• _What is expected_:
A faithful, complete copy of the entries is the sole expected answer.

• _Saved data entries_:
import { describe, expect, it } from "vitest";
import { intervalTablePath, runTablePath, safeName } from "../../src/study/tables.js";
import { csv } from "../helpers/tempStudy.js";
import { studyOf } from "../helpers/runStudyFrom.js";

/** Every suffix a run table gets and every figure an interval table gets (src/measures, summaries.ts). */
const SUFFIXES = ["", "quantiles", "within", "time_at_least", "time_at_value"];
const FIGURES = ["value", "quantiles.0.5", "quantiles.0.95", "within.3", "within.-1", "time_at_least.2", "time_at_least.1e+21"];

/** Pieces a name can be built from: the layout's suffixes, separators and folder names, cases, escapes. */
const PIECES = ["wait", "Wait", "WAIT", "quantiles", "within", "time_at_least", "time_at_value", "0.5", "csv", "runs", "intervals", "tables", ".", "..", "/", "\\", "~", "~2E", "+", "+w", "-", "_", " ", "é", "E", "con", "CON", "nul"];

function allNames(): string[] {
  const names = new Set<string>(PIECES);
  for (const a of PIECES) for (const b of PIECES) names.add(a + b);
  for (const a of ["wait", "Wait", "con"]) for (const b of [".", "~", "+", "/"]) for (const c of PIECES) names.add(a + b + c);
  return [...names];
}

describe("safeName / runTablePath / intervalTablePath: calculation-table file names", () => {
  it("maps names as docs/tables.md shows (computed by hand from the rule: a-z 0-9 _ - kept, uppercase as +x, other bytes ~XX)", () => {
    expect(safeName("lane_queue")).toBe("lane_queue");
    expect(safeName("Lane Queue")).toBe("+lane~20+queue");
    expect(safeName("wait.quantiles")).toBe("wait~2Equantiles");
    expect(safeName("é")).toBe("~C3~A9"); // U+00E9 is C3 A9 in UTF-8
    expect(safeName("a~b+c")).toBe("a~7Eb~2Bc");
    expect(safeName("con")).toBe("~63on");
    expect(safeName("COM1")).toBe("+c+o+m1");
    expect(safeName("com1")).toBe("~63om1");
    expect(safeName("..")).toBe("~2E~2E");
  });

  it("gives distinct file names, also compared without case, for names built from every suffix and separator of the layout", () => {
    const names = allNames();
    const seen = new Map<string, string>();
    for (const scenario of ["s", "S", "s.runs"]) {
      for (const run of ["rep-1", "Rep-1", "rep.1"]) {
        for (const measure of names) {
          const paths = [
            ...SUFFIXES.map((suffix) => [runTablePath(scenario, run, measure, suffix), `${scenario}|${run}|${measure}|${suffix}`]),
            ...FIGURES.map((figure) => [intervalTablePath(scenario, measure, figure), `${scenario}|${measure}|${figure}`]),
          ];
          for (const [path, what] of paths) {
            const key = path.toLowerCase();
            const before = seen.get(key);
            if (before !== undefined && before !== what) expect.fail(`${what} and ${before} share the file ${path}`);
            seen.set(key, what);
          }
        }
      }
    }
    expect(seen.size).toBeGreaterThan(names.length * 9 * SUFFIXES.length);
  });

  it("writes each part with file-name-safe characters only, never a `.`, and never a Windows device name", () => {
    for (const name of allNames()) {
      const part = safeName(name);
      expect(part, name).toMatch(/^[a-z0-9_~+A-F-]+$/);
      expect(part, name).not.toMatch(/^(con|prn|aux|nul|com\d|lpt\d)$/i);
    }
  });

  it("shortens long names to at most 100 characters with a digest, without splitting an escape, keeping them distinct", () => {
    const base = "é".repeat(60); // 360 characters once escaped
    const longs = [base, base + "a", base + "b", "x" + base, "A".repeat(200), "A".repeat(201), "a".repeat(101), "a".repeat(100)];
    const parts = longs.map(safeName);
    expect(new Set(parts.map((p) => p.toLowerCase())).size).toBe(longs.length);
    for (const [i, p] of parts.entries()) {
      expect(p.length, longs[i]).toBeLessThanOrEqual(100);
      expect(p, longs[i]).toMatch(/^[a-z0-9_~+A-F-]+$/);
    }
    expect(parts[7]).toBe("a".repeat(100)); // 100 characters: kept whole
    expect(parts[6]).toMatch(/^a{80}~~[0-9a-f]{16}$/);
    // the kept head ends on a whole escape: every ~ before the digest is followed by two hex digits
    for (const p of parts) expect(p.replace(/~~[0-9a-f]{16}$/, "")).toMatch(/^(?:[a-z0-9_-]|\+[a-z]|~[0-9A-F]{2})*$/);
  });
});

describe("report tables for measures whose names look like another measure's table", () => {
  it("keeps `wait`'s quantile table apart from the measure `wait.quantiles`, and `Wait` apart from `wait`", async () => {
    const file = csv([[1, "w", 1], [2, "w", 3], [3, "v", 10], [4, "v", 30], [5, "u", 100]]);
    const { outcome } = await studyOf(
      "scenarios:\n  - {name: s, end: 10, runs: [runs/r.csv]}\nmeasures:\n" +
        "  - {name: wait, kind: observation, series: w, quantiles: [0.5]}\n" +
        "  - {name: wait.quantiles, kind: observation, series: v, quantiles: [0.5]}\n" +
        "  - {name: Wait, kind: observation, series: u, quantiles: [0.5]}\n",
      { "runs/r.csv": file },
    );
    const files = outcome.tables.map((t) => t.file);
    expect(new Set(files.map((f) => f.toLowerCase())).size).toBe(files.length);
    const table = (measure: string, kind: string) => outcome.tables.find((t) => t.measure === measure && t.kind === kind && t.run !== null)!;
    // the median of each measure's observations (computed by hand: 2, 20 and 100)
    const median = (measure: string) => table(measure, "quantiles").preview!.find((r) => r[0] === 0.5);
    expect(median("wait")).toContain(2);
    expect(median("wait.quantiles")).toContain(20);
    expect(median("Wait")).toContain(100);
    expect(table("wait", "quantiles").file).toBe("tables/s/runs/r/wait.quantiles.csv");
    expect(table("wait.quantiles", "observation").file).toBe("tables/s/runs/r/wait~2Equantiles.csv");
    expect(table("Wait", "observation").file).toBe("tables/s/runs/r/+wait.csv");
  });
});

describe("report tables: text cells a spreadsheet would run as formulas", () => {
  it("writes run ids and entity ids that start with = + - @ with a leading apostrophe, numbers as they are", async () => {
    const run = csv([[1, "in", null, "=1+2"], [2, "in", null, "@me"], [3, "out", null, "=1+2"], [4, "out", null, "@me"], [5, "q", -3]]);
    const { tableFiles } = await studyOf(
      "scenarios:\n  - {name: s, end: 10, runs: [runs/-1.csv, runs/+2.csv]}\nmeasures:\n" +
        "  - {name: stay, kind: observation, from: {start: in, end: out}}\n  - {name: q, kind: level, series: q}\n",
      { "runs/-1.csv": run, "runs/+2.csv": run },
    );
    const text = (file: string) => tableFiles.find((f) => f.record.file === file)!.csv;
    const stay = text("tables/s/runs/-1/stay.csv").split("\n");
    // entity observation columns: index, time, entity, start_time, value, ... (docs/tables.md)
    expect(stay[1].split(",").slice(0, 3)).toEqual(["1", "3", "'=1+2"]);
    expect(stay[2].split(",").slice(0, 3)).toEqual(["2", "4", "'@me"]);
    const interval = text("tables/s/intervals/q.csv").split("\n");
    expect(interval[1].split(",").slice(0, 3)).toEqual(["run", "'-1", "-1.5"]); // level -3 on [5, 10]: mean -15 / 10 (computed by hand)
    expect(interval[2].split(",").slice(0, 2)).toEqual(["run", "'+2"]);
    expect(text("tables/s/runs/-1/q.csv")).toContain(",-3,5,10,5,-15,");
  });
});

• _Output_:
import { describe, expect, it } from "vitest";
import { intervalTablePath, runTablePath, safeName } from "../../src/study/tables.js";
import { csv } from "../helpers/tempStudy.js";
import { studyOf } from "../helpers/runStudyFrom.js";

/** Every suffix a run table gets and every figure an interval table gets (src/measures, summaries.ts). */
const SUFFIXES = ["", "quantiles", "within", "time_at_least", "time_at_value"];
const FIGURES = ["value", "quantiles.0.5", "quantiles.0.95", "within.3", "within.-1", "time_at_least.2", "time_at_least.1e+21"];

/** Pieces a name can be built from: the layout's suffixes, separators and folder names, cases, escapes. */
const PIECES = ["wait", "Wait", "WAIT", "quantiles", "within", "time_at_least", "time_at_value", "0.5", "csv", "runs", "intervals", "tables", ".", "..", "/", "\\", "~", "~2E", "+", "+w", "-", "_", " ", "é", "E", "con", "CON", "nul"];

function allNames(): string[] {
  const names = new Set<string>(PIECES);
  for (const a of PIECES) for (const b of PIECES) names.add(a + b);
  for (const a of ["wait", "Wait", "con"]) for (const b of [".", "~", "+", "/"]) for (const c of PIECES) names.add(a + b + c);
  return [...names];
}

describe("safeName / runTablePath / intervalTablePath: calculation-table file names", () => {
  it("maps names as docs/tables.md shows (computed by hand from the rule: a-z 0-9 _ - kept, uppercase as +x, other bytes ~XX)", () => {
    expect(safeName("lane_queue")).toBe("lane_queue");
    expect(safeName("Lane Queue")).toBe("+lane~20+queue");
    expect(safeName("wait.quantiles")).toBe("wait~2Equantiles");
    expect(safeName("é")).toBe("~C3~A9"); // U+00E9 is C3 A9 in UTF-8
    expect(safeName("a~b+c")).toBe("a~7Eb~2Bc");
    expect(safeName("con")).toBe("~63on");
    expect(safeName("COM1")).toBe("+c+o+m1");
    expect(safeName("com1")).toBe("~63om1");
    expect(safeName("..")).toBe("~2E~2E");
  });

  it("gives distinct file names, also compared without case, for names built from every suffix and separator of the layout", () => {
    const names = allNames();
    const seen = new Map<string, string>();
    for (const scenario of ["s", "S", "s.runs"]) {
      for (const run of ["rep-1", "Rep-1", "rep.1"]) {
        for (const measure of names) {
          const paths = [
            ...SUFFIXES.map((suffix) => [runTablePath(scenario, run, measure, suffix), `${scenario}|${run}|${measure}|${suffix}`]),
            ...FIGURES.map((figure) => [intervalTablePath(scenario, measure, figure), `${scenario}|${measure}|${figure}`]),
          ];
          for (const [path, what] of paths) {
            const key = path.toLowerCase();
            const before = seen.get(key);
            if (before !== undefined && before !== what) expect.fail(`${what} and ${before} share the file ${path}`);
            seen.set(key, what);
          }
        }
      }
    }
    expect(seen.size).toBeGreaterThan(names.length * 9 * SUFFIXES.length);
  });

  it("writes each part with file-name-safe characters only, never a `.`, and never a Windows device name", () => {
    for (const name of allNames()) {
      const part = safeName(name);
      expect(part, name).toMatch(/^[a-z0-9_~+A-F-]+$/);
      expect(part, name).not.toMatch(/^(con|prn|aux|nul|com\d|lpt\d)$/i);
    }
  });

  it("shortens long names to at most 100 characters with a digest, without splitting an escape, keeping them distinct", () => {
    const base = "é".repeat(60); // 360 characters once escaped
    const longs = [base, base + "a", base + "b", "x" + base, "A".repeat(200), "A".repeat(201), "a".repeat(101), "a".repeat(100)];
    const parts = longs.map(safeName);
    expect(new Set(parts.map((p) => p.toLowerCase())).size).toBe(longs.length);
    for (const [i, p] of parts.entries()) {
      expect(p.length, longs[i]).toBeLessThanOrEqual(100);
      expect(p, longs[i]).toMatch(/^[a-z0-9_~+A-F-]+$/);
    }
    expect(parts[7]).toBe("a".repeat(100)); // 100 characters: kept whole
    expect(parts[6]).toMatch(/^a{80}~~[0-9a-f]{16}$/);
    // the kept head ends on a whole escape: every ~ before the digest is followed by two hex digits
    for (const p of parts) expect(p.replace(/~~[0-9a-f]{16}$/, "")).toMatch(/^(?:[a-z0-9_-]|\+[a-z]|~[0-9A-F]{2})*$/);
  });
});

describe("report tables for measures whose names look like another measure's table", () => {
  it("keeps `wait`'s quantile table apart from the measure `wait.quantiles`, and `Wait` apart from `wait`", async () => {
    const file = csv([[1, "w", 1], [2, "w", 3], [3, "v", 10], [4, "v", 30], [5, "u", 100]]);
    const { outcome } = await studyOf(
      "scenarios:\n  - {name: s, end: 10, runs: [runs/r.csv]}\nmeasures:\n" +
        "  - {name: wait, kind: observation, series: w, quantiles: [0.5]}\n" +
        "  - {name: wait.quantiles, kind: observation, series: v, quantiles: [0.5]}\n" +
        "  - {name: Wait, kind: observation, series: u, quantiles: [0.5]}\n",
      { "runs/r.csv": file },
    );
    const files = outcome.tables.map((t) => t.file);
    expect(new Set(files.map((f) => f.toLowerCase())).size).toBe(files.length);
    const table = (measure: string, kind: string) => outcome.tables.find((t) => t.measure === measure && t.kind === kind && t.run !== null)!;
    // the median of each measure's observations (computed by hand: 2, 20 and 100)
    const median = (measure: string) => table(measure, "quantiles").preview!.find((r) => r[0] === 0.5);
    expect(median("wait")).toContain(2);
    expect(median("wait.quantiles")).toContain(20);
    expect(median("Wait")).toContain(100);
    expect(table("wait", "quantiles").file).toBe("tables/s/runs/r/wait.quantiles.csv");
    expect(table("wait.quantiles", "observation").file).toBe("tables/s/runs/r/wait~2Equantiles.csv");
    expect(table("Wait", "observation").file).toBe("tables/s/runs/r/+wait.csv");
  });
});

describe("report tables: text cells a spreadsheet would run as formulas", () => {
  it("writes run ids and entity ids that start with = + - @ with a leading apostrophe, numbers as they are", async () => {
    const run = csv([[1, "in", null, "=1+2"], [2, "in", null, "@me"], [3, "out", null, "=1+2"], [4, "out", null, "@me"], [5, "q", -3]]);
    const { tableFiles } = await studyOf(
      "scenarios:\n  - {name: s, end: 10, runs: [runs/-1.csv, runs/+2.csv]}\nmeasures:\n" +
        "  - {name: stay, kind: observation, from: {start: in, end: out}}\n  - {name: q, kind: level, series: q}\n",
      { "runs/-1.csv": run, "runs/+2.csv": run },
    );
    const text = (file: string) => tableFiles.find((f) => f.record.file === file)!.csv;
    const stay = text("tables/s/runs/-1/stay.csv").split("\n");
    // entity observation columns: index, time, entity, start_time, value, ... (docs/tables.md)
    expect(stay[1].split(",").slice(0, 3)).toEqual(["1", "3", "'=1+2"]);
    expect(stay[2].split(",").slice(0, 3)).toEqual(["2", "4", "'@me"]);
    const interval = text("tables/s/intervals/q.csv").split("\n");
    expect(interval[1].split(",").slice(0, 3)).toEqual(["run", "'-1", "-1.5"]); // level -3 on [5, 10]: mean -15 / 10 (computed by hand)
    expect(interval[2].split(",").slice(0, 2)).toEqual(["run", "'+2"]);
    expect(text("tables/s/runs/-1/q.csv")).toContain(",-3,5,10,5,-15,");
  });
});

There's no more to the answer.